Michael’s retrospectives are always interesting – lots of good stuff in this one. In this one, he details the pain of building a production system on top of Debian (rPI). He started using Ansible to install everything, but that proved to not be a good fit. Ansible is great for small scale server deployments (I use it). But once you get to the production line, it is too slow. They are now in the process of switching to Debian packages, but it appears this is not simple either.
With Embedded Linux, there are many ways to do things. But one pattern I see over and over again is people not using Yocto, because it is too hard. I agree, it is hard – when things don’t work it can be nearly impossible. However, the alternatives don’t look all that attractive either. At least with Yocto, it was built from the ground up with goal of building custom Embedded Linux images. And when you are shipping products based on Embedded Linux, that is exactly what you are doing – there are no shortcuts. You can pay now, or pay later – take your choice. If you want to scale, you have to do the hard work of build/deployment systems that scale. Yocto has excellent tooling for building custom kernels and your custom applications. The Yoe distribution adds sane defaults, a simple but robust update mechanism, etc. Once you get a Yocto build set up, you can easily build production images for years with a single command. Yocto is high in initial development costs, but ongoing production costs are much lower.

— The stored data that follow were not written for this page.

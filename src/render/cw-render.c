#include "config.h"

#include "cw-render.h"

#include <glib/gi18n-lib.h>
#include <math.h>
#include <string.h>

#include "cw-figures.h"
#include "cw-render-private.h"

GQuark
cw_render_error_quark (void)
{
  return g_quark_from_static_string ("cw-render-error-quark");
}

void
cw_render_options_init (CwRenderOptions *opt)
{
  memset (opt, 0, sizeof *opt);
  opt->unit = CW_UNIT_KCAL;
  opt->show_hydrogens = FALSE;
  opt->dark = FALSE;
  opt->highlight_sub = -1;
  opt->highlight_reactivity = FALSE;
  opt->reactivity_sub = -1;
  opt->reactivity = NULL;
  opt->temperature_unit = CW_TUNIT_KELVIN;
}

static const char *const figure_names[] = { "structure", "chairs", "profile", "scan" };

gboolean
cw_render_figure_from_string (const char *s, CwFigure *fig)
{
  if (s == NULL)
    return FALSE;
  for (guint i = 0; i < G_N_ELEMENTS (figure_names); i++)
    if (g_ascii_strcasecmp (s, figure_names[i]) == 0)
      {
        *fig = (CwFigure) i;
        return TRUE;
      }
  return FALSE;
}

const char *
cw_render_figure_to_string (CwFigure fig)
{
  g_return_val_if_fail ((guint) fig < G_N_ELEMENTS (figure_names), NULL);
  return figure_names[fig];
}

void
cw_render_figure_size (CwFigure fig, double *width, double *height)
{
  switch (fig)
    {
    case CW_FIGURE_STRUCTURE:
      *width = 300;
      *height = 300;
      break;
    case CW_FIGURE_CHAIRS:
      *width = 640;
      *height = 330;
      break;
    case CW_FIGURE_PROFILE:
    case CW_FIGURE_SCAN:
    default:
      *width = 480;
      *height = 300;
      break;
    }
}

char *
cw_render_format_energy (double kcal, CwEnergyUnit unit)
{
  return cw_render_format_value (cw_energy_from_kcal (kcal, unit), unit);
}

char *
cw_render_format_value (double v, CwEnergyUnit unit)
{
  g_autofree char *s = g_strdup_printf (unit == CW_UNIT_KJ ? "%.1f" : "%.2f", v);

  /* A real minus sign, and no "-0.00". */
  if (s[0] == '-')
    {
      gboolean zero = strspn (s + 1, "0.") == strlen (s + 1);
      return zero ? g_strdup (s + 1) : g_strconcat ("−", s + 1, NULL);
    }
  return g_steal_pointer (&s);
}

char *
cw_render_format_percent (double fraction)
{
  double pct = 100.0 * fraction;

  if (pct > 0 && pct < 0.1)
    return g_strdup ("&lt;0.1");
  if (pct < 100 && pct > 99.9)
    return g_strdup ("&gt;99.9");
  return g_strdup_printf ("%.1f", pct);
}

char *
cw_render_format_k (double K)
{
  if (!isfinite (K))
    return g_strdup ("∞");
  if (K != 0 && (K < 0.01 || K >= 1000))
    {
      int    e = (int) floor (log10 (K));
      double m = K / pow (10, e);
      return g_strdup_printf ("%.2f × 10<sup>%s%d</sup>", m, e < 0 ? "−" : "", abs (e));
    }
  return g_strdup_printf (K < 10 ? "%.3g" : "%.1f", K);
}

CwScene *
cw_render_build_figure (CwFigure               fig,
                        const CwData          *data,
                        const CwMolecule      *mol,
                        const CwAnalysis      *an,
                        const CwRenderOptions *opt,
                        double                 width,
                        double                 height)
{
  CwScene *scene;

  if (fig != CW_FIGURE_STRUCTURE && an == NULL)
    {
      scene = cw_scene_new (width, height);
      cw_scene_message (scene, _("No analysis"));
      return scene;
    }
  switch (fig)
    {
    case CW_FIGURE_STRUCTURE:
      return cw_structure_build (mol, opt, width, height);
    case CW_FIGURE_CHAIRS:
      return cw_chairs_build (mol, an, opt, width, height);
    case CW_FIGURE_PROFILE:
      return cw_profile_build (data, mol, an, opt, width, height);
    case CW_FIGURE_SCAN:
    default:
      return cw_scan_build (data, mol, an, opt, width, height);
    }
}

CwScene *
cw_render_figure_scene (CwFigure fig, const CwData *data, const CwMolecule *mol, const CwAnalysis *an, const CwRenderOptions *opt, double width, double height)
{
  double w0, h0, s;

  g_return_val_if_fail (mol != NULL && opt != NULL, NULL);
  if (width <= 1 || height <= 1)
    return NULL;
  /* Lay out at the design size or larger, then scale uniformly into the box, so text keeps its
   * proportions and the extra room goes to the figure. */
  cw_render_figure_size (fig, &w0, &h0);
  s = MIN (width / w0, height / h0);
  /* a wide, low box (the window's lower area): lay the plot out lower rather than shrinking
   * its text below three quarters of the design size */
  if (fig != CW_FIGURE_CHAIRS && fig != CW_FIGURE_STRUCTURE && s < 0.75 && width / w0 >= 0.75)
    s = 0.75;
  return cw_render_build_figure (fig, data, mol, an, opt, width / s, height / s);
}

void
cw_render_warm_up (const CwData *data, const CwMolecule *mol, const CwConditions *cond, int scale)
{
  static const CwFigure  figures[] = { CW_FIGURE_CHAIRS, CW_FIGURE_PROFILE, CW_FIGURE_SCAN };
  g_autofree CwAnalysis *an = g_new0 (CwAnalysis, 1);
  CwRenderOptions        opt;

  g_return_if_fail (data != NULL && mol != NULL && cond != NULL);
  if (!cw_analyze (data, mol, cond, an, NULL))
    return;
  cw_render_options_init (&opt);
  for (guint i = 0; i < G_N_ELEMENTS (figures); i++)
    {
      double   w, h;
      CwScene *scene;

      cw_render_figure_size (figures[i], &w, &h);
      scene = cw_render_figure_scene (figures[i], data, mol, an, &opt, w, h);
      if (scene != NULL && scale > 0)
        {
          cairo_surface_t *image = cw_render_figure_image (scene, FALSE, (int) w, (int) h, scale);

          if (image != NULL)
            cairo_surface_destroy (image);
        }
      cw_scene_free (scene);
    }
}

void
cw_render_figure_paint (cairo_t *cr, const CwScene *scene, gboolean dark, double width, double height)
{
  g_return_if_fail (cr != NULL);
  if (scene == NULL || width <= 1 || height <= 1)
    return;
  cw_render_paint_scene (cr, scene, dark, width, height);
}

cairo_surface_t *
cw_render_figure_image (const CwScene *scene, gboolean dark, int width, int height, int scale)
{
  cairo_rectangle_t box = { 0, 0, width, height };
  cairo_surface_t  *recording, *image;
  cairo_t          *cr;

  g_return_val_if_fail (width > 0 && height > 0 && scale > 0, NULL);
  /* Recorded first, then played into the image, as GTK plays a window's drawing onto the
   * screen. Drawn straight into the image, the figure came out different at a scale of 2
   * (3,250 pixels of the demo's window, in the text); recorded first, it is the same pixel
   * for pixel at scales 1 and 2, light and dark. */
  recording = cairo_recording_surface_create (CAIRO_CONTENT_COLOR_ALPHA, &box);
  cr = cairo_create (recording);
  cw_render_figure_paint (cr, scene, dark, width, height);
  cairo_destroy (cr);
  /* Opaque: the figure paints its own background over the whole box, and an image without
   * alpha is copied onto the screen without blending. */
  image = cairo_image_surface_create (CAIRO_FORMAT_RGB24, width * scale, height * scale);
  cairo_surface_set_device_scale (image, scale, scale);
  cr = cairo_create (image);
  cairo_set_source_surface (cr, recording, 0, 0);
  cairo_paint (cr);
  cairo_destroy (cr);
  cairo_surface_destroy (recording);
  cairo_surface_flush (image);
  if (cairo_surface_status (image) != CAIRO_STATUS_SUCCESS)
    g_clear_pointer (&image, cairo_surface_destroy);
  return image;
}

void
cw_render_figure (cairo_t *cr, CwFigure fig, const CwData *data, const CwMolecule *mol, const CwAnalysis *an, const CwRenderOptions *opt, double width, double height)
{
  g_autoptr (CwScene) scene = NULL;

  g_return_if_fail (cr != NULL && mol != NULL && opt != NULL);
  scene = cw_render_figure_scene (fig, data, mol, an, opt, width, height);
  cw_render_figure_paint (cr, scene, opt->dark, width, height);
}

void
cw_render_paint_scene (cairo_t *cr, const CwScene *scene, gboolean dark, double width, double height)
{
  double bg[3], s;

  cairo_save (cr);
  cw_palette_get (CW_INK_BACKGROUND, dark, bg);
  cairo_set_source_rgb (cr, bg[0], bg[1], bg[2]);
  cairo_rectangle (cr, 0, 0, width, height);
  cairo_fill (cr);
  s = MIN (width / scene->width, height / scene->height);
  cairo_translate (cr, 0.5 * (width - s * scene->width), 0.5 * (height - s * scene->height));
  cairo_scale (cr, s, s);
  cairo_translate (cr, -scene->origin_x, -scene->origin_y);
  cw_scene_paint (scene, cr, dark);
  cairo_restore (cr);
}

const char *
cw_render_version (void)
{
  return PACKAGE_VERSION;
}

One similarity I’ve noticed with both Ansible and Yocto (both written in Python) – when things are not working, the error messages are in the form of a long, hard to decipher Python stacktrace – on the scale of some heavily templatized C++ code that won’t compile. This probably indicates Python is probably not the best language to implement tooling like this. It may have been the best option at the time, but there are likely better ways to do things now.